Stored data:
def _type_name(node: yaml.Node) -> str:
    if isinstance(node, yaml.MappingNode):
        return "a mapping"
    if isinstance(node, yaml.SequenceNode):
        return "a list"
    value = scalar_value(node)
    if value is None:
        return "nothing (null)"
    text = repr(value)
    return text if len(text) <= 80 else f"{text[:60]}… ({len(node.value):,} characters)"


class Spec:
    """Base: ``check`` returns a Python value or INVALID; ``schema`` returns a JSON Schema dict."""

    description: str = ""

    def check(self, node: yaml.Node, path: str, ctx: Context):  # pragma: no cover - abstract
        raise NotImplementedError

    def schema(self) -> dict:  # pragma: no cover - abstract
        raise NotImplementedError

    def _with_description(self, schema: dict) -> dict:
        if self.description:
            schema["description"] = self.description
        return schema


@dataclass
class Quantity(Spec):
    """A number with an optional unit; bare numbers are in ``unit``. Range in ``unit``."""

    unit: str
    description: str = ""
    minimum: float | None = None
    maximum: float | None = None
    exclusive_minimum: bool = False
    unit_label: str = ""  # how the unit is written in messages ("degC", "%")

    def check(self, node, path, ctx):
        if not isinstance(node, yaml.ScalarNode):
            ctx.at(node, path, f"expected a number with an optional unit (default {self.label}), got {_type_name(node)}")
            return INVALID
        value = scalar_value(node)
        try:
            si = parse_quantity(value, self.unit)
        except UnitProblem as exc:
            ctx.at(node, path, str(exc))
            return INVALID
        low = None if self.minimum is None else parse_quantity(self.minimum, self.unit)
        high = None if self.maximum is None else parse_quantity(self.maximum, self.unit)
        too_low = low is not None and (si <= low if self.exclusive_minimum else si < low - 1e-12 * abs(low))
        too_high = high is not None and si > high + 1e-12 * abs(high)
        if too_low or too_high:
            ctx.at(node, path, f"{value!r} is outside the accepted range {self.range_text()}")
            return INVALID
        return si

    @property
    def label(self) -> str:
        return self.unit_label or self.unit

    def range_text(self) -> str:
        def fmt(x):
            return f"{x:g}"

        if self.minimum is not None and self.maximum is not None:
            return f"{fmt(self.minimum)}..{fmt(self.maximum)} {self.label}"
        if self.minimum is not None:
            return f"{'above' if self.exclusive_minimum else 'at least'} {fmt(self.minimum)} {self.label}"
        return f"at most {fmt(self.maximum)} {self.label}"

    def schema(self):
        number: dict[str, Any] = {"type": "number"}
        if self.minimum is not None:
            number["exclusiveMinimum" if self.exclusive_minimum else "minimum"] = self.minimum
        if self.maximum is not None:
            number["maximum"] = self.maximum
        text = {"type": "string", "pattern": _NUMBER_WITH_UNIT}
        desc = (self.description + " " if self.description else "") + f"Bare number in {self.label}; or a string with a unit."
        if self.minimum is not None or self.maximum is not None:
            desc += f" Accepted range {self.range_text()}."
        return {"anyOf": [number, text], "description": desc}


@dataclass
class Text(Spec):
    """Any non-empty scalar, read as its text (so ``id: 007`` stays ``"007"``)."""

    description: str = ""

    def check(self, node, path, ctx):
        if not isinstance(node, yaml.ScalarNode) or scalar_value(node) is None or node.value.strip() == "":
            ctx.at(node, path, f"expected text, got {_type_name(node)}")
            return INVALID
        return node.value

    def schema(self):
        return self._with_description({"type": ["string", "number"]})


@dataclass
class Integer(Spec):
    description: str = ""
    minimum: int | None = None
    maximum: int | None = None

    def check(self, node, path, ctx):
        value = scalar_value(node) if isinstance(node, yaml.ScalarNode) else None
        if isinstance(value, float) and value.is_integer():
            value = int(value)
        if not isinstance(value, int) or isinstance(value, bool):
            ctx.at(node, path, f"expected a whole number, got {_type_name(node)}")
            return INVALID
        if (self.minimum is not None and value < self.minimum) or (self.maximum is not None and value > self.maximum):
            ctx.at(node, path, f"{value} is outside the accepted range {self.minimum}..{self.maximum}")
            return INVALID
        return value

    def schema(self):
        s: dict[str, Any] = {"type": "integer"}
        if self.minimum is not None:
            s["minimum"] = self.minimum
        if self.maximum is not None:
            s["maximum"] = self.maximum
        return self._with_description(s)


@dataclass
class Number(Spec):
    """A plain number without unit (a ratio, an exponent, a jet size)."""

    description: str = ""
    minimum: float | None = None
    maximum: float | None = None
    exclusive_minimum: bool = False

    def check(self, node, path, ctx):
        value = scalar_value(node) if isinstance(node, yaml.ScalarNode) else None
        if isinstance(value, str):  # "1.5e3" is a string in YAML 1.1 but a number to a reader
            try:
                value = float(value)
            except ValueError:
                pass
        if not isinstance(value, (int, float)) or isinstance(value, bool) or not math.isfinite(value):
            ctx.at(node, path, f"expected a number, got {_type_name(node)}")
            return INVALID
        value = float(value)
        low_bad = self.minimum is not None and (value <= self.minimum if self.exclusive_minimum else value < self.minimum)
        if low_bad or (self.maximum is not None and value > self.maximum):
            low = "" if self.minimum is None else (f"above {self.minimum:g}" if self.exclusive_minimum else f"at least {self.minimum:g}")
            high = "" if self.maximum is None else f"at most {self.maximum:g}"
            ctx.at(node, path, f"{value:g} is outside the accepted range ({', '.join(x for x in (low, high) if x)})")
            return INVALID
        return value

    def schema(self):
        s: dict[str, Any] = {"type": "number"}
        if self.minimum is not None:
            s["exclusiveMinimum" if self.exclusive_minimum else "minimum"] = self.minimum
        if self.maximum is not None:
            s["maximum"] = self.maximum
        return self._with_description(s)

What to produce: Count every line above that includes the string "most", and answer with the count only.

Response to this exercise: 2